EXERCISE GOAL:
All lines that hold the string "CurrentSource" should be copied. Find them in the listing below.

INFORMATION SHOWN:

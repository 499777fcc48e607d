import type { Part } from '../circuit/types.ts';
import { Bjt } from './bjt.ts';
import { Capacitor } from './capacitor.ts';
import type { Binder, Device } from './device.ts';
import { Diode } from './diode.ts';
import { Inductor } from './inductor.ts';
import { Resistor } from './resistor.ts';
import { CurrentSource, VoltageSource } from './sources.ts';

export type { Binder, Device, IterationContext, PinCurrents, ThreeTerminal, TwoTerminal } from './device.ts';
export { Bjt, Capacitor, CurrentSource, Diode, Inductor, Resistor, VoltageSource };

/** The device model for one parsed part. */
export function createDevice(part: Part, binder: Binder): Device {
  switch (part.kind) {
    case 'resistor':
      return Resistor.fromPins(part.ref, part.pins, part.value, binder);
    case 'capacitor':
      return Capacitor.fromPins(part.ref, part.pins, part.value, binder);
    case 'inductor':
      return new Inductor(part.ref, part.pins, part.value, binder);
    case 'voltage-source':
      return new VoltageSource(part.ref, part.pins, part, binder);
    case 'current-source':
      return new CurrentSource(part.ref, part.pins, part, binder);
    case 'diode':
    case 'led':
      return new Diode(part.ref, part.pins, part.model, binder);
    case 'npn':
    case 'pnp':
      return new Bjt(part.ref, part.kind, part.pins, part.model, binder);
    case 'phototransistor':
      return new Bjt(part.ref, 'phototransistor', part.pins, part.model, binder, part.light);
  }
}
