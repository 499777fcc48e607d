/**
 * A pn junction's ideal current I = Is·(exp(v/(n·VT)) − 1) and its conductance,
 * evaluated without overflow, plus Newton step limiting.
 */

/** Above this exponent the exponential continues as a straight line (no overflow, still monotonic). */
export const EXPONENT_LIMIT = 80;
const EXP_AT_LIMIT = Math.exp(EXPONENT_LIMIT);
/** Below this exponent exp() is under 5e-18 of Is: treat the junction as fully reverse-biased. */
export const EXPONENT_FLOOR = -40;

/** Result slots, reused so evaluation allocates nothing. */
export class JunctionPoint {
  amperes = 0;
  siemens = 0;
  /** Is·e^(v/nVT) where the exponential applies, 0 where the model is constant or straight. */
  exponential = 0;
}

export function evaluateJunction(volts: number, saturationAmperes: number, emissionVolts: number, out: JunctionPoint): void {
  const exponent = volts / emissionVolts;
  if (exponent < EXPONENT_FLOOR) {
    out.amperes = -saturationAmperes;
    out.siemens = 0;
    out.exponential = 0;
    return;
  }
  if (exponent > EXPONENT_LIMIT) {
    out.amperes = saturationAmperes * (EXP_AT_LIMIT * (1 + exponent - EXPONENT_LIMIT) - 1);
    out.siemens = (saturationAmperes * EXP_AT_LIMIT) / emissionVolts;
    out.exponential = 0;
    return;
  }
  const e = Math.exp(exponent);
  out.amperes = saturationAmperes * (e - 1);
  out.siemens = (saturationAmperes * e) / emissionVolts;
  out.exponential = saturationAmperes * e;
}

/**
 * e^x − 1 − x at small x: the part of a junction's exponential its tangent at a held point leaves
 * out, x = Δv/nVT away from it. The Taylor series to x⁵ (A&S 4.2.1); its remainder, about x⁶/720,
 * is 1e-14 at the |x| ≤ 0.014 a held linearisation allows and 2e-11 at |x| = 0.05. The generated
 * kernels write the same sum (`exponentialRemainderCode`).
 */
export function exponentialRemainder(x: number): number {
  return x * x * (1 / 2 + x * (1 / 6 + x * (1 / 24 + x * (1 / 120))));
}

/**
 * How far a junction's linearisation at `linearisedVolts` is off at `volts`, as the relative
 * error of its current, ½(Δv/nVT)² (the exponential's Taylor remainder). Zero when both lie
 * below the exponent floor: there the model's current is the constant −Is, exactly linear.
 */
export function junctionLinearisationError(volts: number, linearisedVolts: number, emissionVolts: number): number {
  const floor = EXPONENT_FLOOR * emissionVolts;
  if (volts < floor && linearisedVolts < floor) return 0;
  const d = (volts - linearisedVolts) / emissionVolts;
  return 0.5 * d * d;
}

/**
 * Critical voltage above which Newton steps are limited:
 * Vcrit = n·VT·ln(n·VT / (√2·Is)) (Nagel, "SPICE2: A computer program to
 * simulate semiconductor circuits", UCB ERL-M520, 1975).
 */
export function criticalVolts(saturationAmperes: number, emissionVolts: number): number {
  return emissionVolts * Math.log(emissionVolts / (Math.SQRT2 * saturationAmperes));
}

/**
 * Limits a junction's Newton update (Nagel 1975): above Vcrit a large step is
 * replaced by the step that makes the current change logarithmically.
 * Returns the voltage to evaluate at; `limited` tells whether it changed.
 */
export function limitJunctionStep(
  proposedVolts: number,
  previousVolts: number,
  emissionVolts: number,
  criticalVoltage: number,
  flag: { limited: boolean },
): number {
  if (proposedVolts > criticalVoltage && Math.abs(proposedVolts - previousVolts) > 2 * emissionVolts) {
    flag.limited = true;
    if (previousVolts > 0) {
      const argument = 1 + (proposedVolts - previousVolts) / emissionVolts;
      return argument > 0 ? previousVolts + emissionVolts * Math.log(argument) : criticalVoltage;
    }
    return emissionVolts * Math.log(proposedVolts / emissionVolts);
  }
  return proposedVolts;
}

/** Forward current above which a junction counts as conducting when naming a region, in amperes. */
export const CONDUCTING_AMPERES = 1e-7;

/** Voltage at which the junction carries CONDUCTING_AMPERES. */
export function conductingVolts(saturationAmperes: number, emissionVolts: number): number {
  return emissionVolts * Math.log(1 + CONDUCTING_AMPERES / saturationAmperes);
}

ANSWER BOX:
import { CurrentSource, VoltageSource } from './sources.ts';
export { Bjt, Capacitor, CurrentSource, Diode, Inductor, Resistor, VoltageSource };
      return new CurrentSource(part.ref, part.pins, part, binder);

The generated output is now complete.